Creating Effective Corporate IT Governance

By Lisa Ferri

While CIOs are ultimately accountable for the success -- or failure -- of a company's IT infrastructure, there's good reason CIOs shouldn't shoulder that burden alone. As the use and management of information spreads throughout the organization, it follows that oversight should also be more widely held, making aspects of IT the responsibility of other C-level peers, too. However, board members often view IT governance as an initiative outside their domain. "They'll say to the CIO, 'You decide (on IT governance) and get back to me.  Why should I be involved?'" explains senior Gartner analyst Susan Dallas. But the responsibility for IT governance must be shared across the company -- and the boardroom -- for two simple reasons:

1. The stakes are high. As Dallas puts it, "Follow the money." For most companies, the most significant amount of money on the expense ledger is the IT line item. When that much money is at stake, the company's very financial stewardship is in question -- and that responsibility falls squarely within the scope of the boardroom.
   
   
2. IT isn't just "support," it's "strategic business support." IT, at its best, promises to fuel business strategies. "But in order for IT to fully deliver on its promises," warns Dallas, "we need to move IT from the back office into the strategy sessions in the boardroom." Therefore, those making business strategy decisions need to be involved in the IT decision-making process as well.

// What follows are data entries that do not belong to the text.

START_TEST(test_ionization_energies_rise_with_the_stage)
{
    const struct dataset *set = need("ionization_nist_asd_2024");
    for (int i = 1; i < set->count; i++) {
        const struct entry *a = &set->values[i - 1];
        const struct entry *b = &set->values[i];
        if (a->z == b->z)
            ck_assert_msg(b->charge > a->charge &&
                              b->value.value > a->value.value,
                          "Z = %d, charge %d", b->z, b->charge);
    }
}
END_TEST

START_TEST(test_radii_are_the_source_digit_for_digit)
{
    struct csv csv = read_source("radii.csv");
    ck_assert_int_eq((int)csv_rows(&csv), 1043);
    for (int i = 0; i < (int)csv_rows(&csv); i++) {
        const struct dataset *set = need(cell(&csv, i, "set"));
        int z = cell_int(&csv, i, "z");
        const char *note = cell(&csv, i, "note");
        const char *value = cell(&csv, i, "value_pm");
        /* Variants: take the one with these digits. */
        const struct entry *found = NULL;
        for (int k = set->first[z]; k < set->first[z + 1]; k++) {
            char text[NUMBER_TEXT_MAX];
            if (strcmp(number_print(set->values[k].value, text), value) == 0)
                found = &set->values[k];
        }
        same_entry(set, found, z, value, cell(&csv, i, "uncertainty_pm"));
        /* What the note says of the value is kept, as text or as state. */
        if (strstr(note, "low spin"))
            ck_assert_int_eq(found->spin, SPIN_LOW);
        else if (strstr(note, "high spin"))
            ck_assert_int_eq(found->spin, SPIN_HIGH);
        else if (set == need("metallic_greenwood_1997"))
            ck_assert_ptr_nonnull(strstr(set->notes[0], "as found"));
        else
            ck_assert_msg(strcmp(note, dataset_text(set, found->remark)) == 0 ||
                              found->evidence == EVIDENCE_ESTIMATED,
                          "%s, Z = %d: '%s' against '%s'", set->provenance.id,
                          z, note, dataset_text(set, found->remark));
    }
    csv_free(&csv);
}
END_TEST

START_TEST(test_ionic_radii_are_the_source_digit_for_digit)
{
    const struct dataset *sets[] = {need("ionic_effective_shannon_1976"),
                                    need("ionic_crystal_shannon_1976")};
    static const char *const headings[] = {"ionic_radius_pm",
                                           "crystal_radius_pm"};
    struct csv csv = read_source("ionic_radii_shannon_1976.csv");
    ck_assert_int_eq((int)csv_rows(&csv), 493);
    for (int i = 0; i < (int)csv_rows(&csv); i++) {
        int z = cell_int(&csv, i, "z");
        const char *spin = cell(&csv, i, "spin");
        bool deuterium = strcmp(cell(&csv, i, "symbol"), "D") == 0;
        for (int s = 0; s < 2; s++) {
            const struct dataset *set = sets[s];
            const struct entry *found = NULL;
            for (int k = set->first[z]; k < set->first[z + 1]; k++) {
                const struct entry *e = &set->values[k];
                if (e->charge == cell_int(&csv, i, "charge") &&
                    strcmp(coordination_id((enum coordination)e->coordination),
                           cell(&csv, i, "coordination")) == 0 &&
                    e->spin == (strcmp(spin, "HS") == 0   ? SPIN_HIGH
                                : strcmp(spin, "LS") == 0 ? SPIN_LOW
                                                          : SPIN_NONE) &&
                    deuterium == (e->variant != 0))
                    found = e;
            }
            same_entry(set, found, z, cell(&csv, i, headings[s]), "");
            const char *flag = cell(&csv, i, "flag");
            unsigned marks = 0;
            for (int m = 0; m < set->mark_count; m++)
                if (strstr(flag, set->marks[m].id))
                    marks |= 1u << m;
            ck_assert_uint_eq(found->marks, marks);
        }
    }
    csv_free(&csv);
}
END_TEST

START_TEST(test_electronegativities_are_the_source_digit_for_digit)
{
    static const struct {
        const char *scale, *id;
    } sets[] = {
        {"pauling", "electronegativity_pauling_1961"},
        {"pauling_crc", "electronegativity_pauling_crc_2005"},
        {"pauling_untraced", "electronegativity_pauling_untraced"},
        {"allred_rochow_1958", "electronegativity_allred_rochow_1958"},
        {"allen", "electronegativity_allen_2000"},
        {"mulliken", "electronegativity_mulliken_2016"},
    };
    struct csv csv = read_source("electronegativity.csv");
    ck_assert_int_eq((int)csv_rows(&csv), 420);
    for (int i = 0; i < (int)csv_rows(&csv); i++) {
        size_t s = 0;
        while (strcmp(sets[s].scale, cell(&csv, i, "scale")) != 0)
            ck_assert_uint_lt(++s, sizeof sets / sizeof *sets);
        const struct dataset *set = need(sets[s].id);
        int z = cell_int(&csv, i, "z");
        const struct entry *e = dataset_lookup(set, z, 0, 0, 0);
        same_entry(set, e, z, cell(&csv, i, "value"), "");
        const char *note = cell(&csv, i, "note");
        if (strncmp(note, "eV", 2) == 0)
            note += note[2] ? 4 : 2;
        ck_assert_str_eq(dataset_text(set, e->note), note);
    }
    ck_assert_str_eq(need("electronegativity_mulliken_2016")->unit->id, "eV");
    csv_free(&csv);
}
END_TEST

START_TEST(test_affinities_and_polarizabilities_are_the_source)
{
    const struct dataset *affinity = need("affinity_compiled_2024");
    const struct dataset *anions = need("anions_ning_lu_2022");
    struct csv csv = read_source("electron_affinity.csv");
    ck_assert_int_eq((int)csv_rows(&csv), 118);
    for (int i = 0; i < (int)csv_rows(&csv); i++) {
        int z = cell_int(&csv, i, "z");
        const char *status = cell(&csv, i, "status");
        const char *configuration = cell(&csv, i, "anion_configuration");
        const struct entry *e = dataset_lookup(affinity, z, 0, 0, 0);
        same_entry(affinity, e, z, cell(&csv, i, "energy_eV"),
                   cell(&csv, i, "uncertainty_eV"));
        ck_assert_str_eq(e->gap ? gap_id((enum gap)e->gap) : "measured",
                         status);
        ck_assert(!e->gap || dataset_text(affinity, e->note)[0]);
        ck_assert_int_eq(e->gap == GAP_NONE, e->marks != 0);
        const struct configuration_entry *c =
            dataset_configuration(anions, z, -1);
        ck_assert_str_eq(c ? dataset_text(anions, c->configuration) : "",
                         configuration);
        ck_assert_str_eq(c ? dataset_text(anions, c->term) : "",
                         cell(&csv, i, "anion_term"));
    }
    csv_free(&csv);
    const struct dataset *alpha = need("polarizability_schwerdtfeger_2019");
    csv = read_source("polarizability.csv");
    ck_assert_int_eq((int)csv_rows(&csv), 118);
    ck_assert_int_eq((int)csv_rows(&csv), 118);
    for (int i = 0; i < (int)csv_rows(&csv); i++)
        same_entry(alpha, dataset_lookup(alpha, i + 1, 0, 0, 0), i + 1,
                   cell(&csv, i, "value_au"), cell(&csv, i, "uncertainty_au"));
    csv_free(&csv);
}
END_TEST

/* zeff is n times the printed exponent (Clementi, Raimondi 1963). */
START_TEST(test_the_1963_table_is_the_source)
{
    const struct dataset *set = need("zeff_clementi_1963");
    struct csv csv = read_source("clementi_zeff.csv");
    ck_assert_int_eq((int)csv_rows(&csv), 95);
    for (int i = 0; i < (int)csv_rows(&csv); i++) {
        int n, l;
        double zeta;
        int z = cell_int(&csv, i, "z");
        ck_assert(subshell_parse(cell(&csv, i, "subshell"), &n, &l));
        const struct entry *e = dataset_lookup(set, z, 0, n, l);
        same_entry(set, e, z, cell(&csv, i, "zeff"), "");
        ck_assert(sscanf(cell(&csv, i, "zeta"), "%lf", &zeta) == 1);
        near(e->value.value, n * zeta, 6e-5, 0.0, "Z = %d, n = %d", z, n);
    }
    csv_free(&csv);
}
END_TEST

START_TEST(test_elements_are_the_source_and_agree_with_the_grid)
{
    const struct dataset *set = catalogue_elements();
    struct csv csv = read_source("elements.csv");
    ck_assert_int_eq((int)csv_rows(&csv), 118);
    for (int z = 1; z <= (int)csv_rows(&csv); z++) {
        const struct element *e = element_at(z);
        const struct element_facts *f = dataset_element(set, z);
        const char *group = cell(&csv, z - 1, "group");
        const char *weight = cell(&csv, z - 1, "standard_atomic_weight");
        const char *mass = cell(&csv, z - 1, "longest_lived_mass_number");
        ck_assert_int_eq(cell_int(&csv, z - 1, "z"), z);
        ck_assert_str_eq(cell(&csv, z - 1, "symbol"), e->symbol);
        ck_assert_int_eq(cell_int(&csv, z - 1, "period"), e->period);
        ck_assert_int_eq(group[0] ? cell_int(&csv, z - 1, "group") : 0,
                         e->group);
        ck_assert_int_eq(cell(&csv, z - 1, "block")[0], e->block);
        ck_assert_str_eq(cell(&csv, z - 1, "configuration"),
                         dataset_text(set, f->configuration));
        ck_assert_str_eq(cell(&csv, z - 1, "term"), dataset_text(set, f->term));
        ck_assert_str_eq(cell(&csv, z - 1, "category"),
                         dataset_text(set, f->category));
        ck_assert_str_eq(cell(&csv, z - 1, "note"), dataset_text(set, f->note));
        ck_assert_int_eq(f->has_weight, weight[0] != '\0');
        if (f->has_weight)
            same_digits(f->weight, weight, "weight", z);
        ck_assert_int_eq(
            f->longest_lived,
            mass[0] ? cell_int(&csv, z - 1, "longest_lived_mass_number") : 0);
        ck_assert_int_eq(
            f->has_stable_isotope,
            strcmp(cell(&csv, z - 1, "has_stable_isotope"), "yes") == 0);
        ck_assert_int_eq(f->status, z <= 103 ? CONFIGURATION_LISTED
                                             : CONFIGURATION_PREDICTED);
    }
    csv_free(&csv);
}
END_TEST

A recent Harvard Business Review study found a correlation between senior level involvement in IT strategies and the IT infrastructures that go the distance. According to HBR's "IT Governance" study, enterprise success hinges on sharing the burden with other C-level peers and integrating accountability across the boardroom. The HBR study suggests directors become involved in IT approval processes, as well as "exception" scenarios (breaches and other situations that fall outside of normal business practice), and performance reviews. 

Michael Cangemi, president and COO of The Etienne Aigner Group, a leading designer of women's footwear and accessories agrees with this philosophy. He insists his board be involved in IT oversight. "In today's economy, with our reliance on IT for competitive advantage, we simply cannot afford to apply to our IT anything less than the level of commitment we apply to overall governance."

IT governance boils down to one fundamental question: Who makes IT decisions? It's a question that must be answered, though few companies have answered it well. Dallas estimates that roughly 75 percent of all corporations have an IT governance system in place that is "so ineffective and in such bad shape, they'd be better off starting over because (their IT governance) will never get them where they want to go." Here's what Dallas says they're doing wrong:

• The Silo. The most common mistake Seems to be that IT exists in a silo, with the CIO operating that way, too -- calling all the shots on his or her own. That's just the kind of alienation that can be the demise of IT governance, according to Dallas. Within a silo, CIOs incorrectly assume IT governance exists by and for IT. And they don't get the board involved. 
  
  
• Talking Heads. In companies where CIOs do have board involvement, it's often in the form of a high-level board steering committee. These steering committees very quickly devolve from decision-making bodies into communication vehicles, says Dallas.  "The board members get together and talk about the problems, but without the expertise to solve them, so they just talk and are never able to move forward."  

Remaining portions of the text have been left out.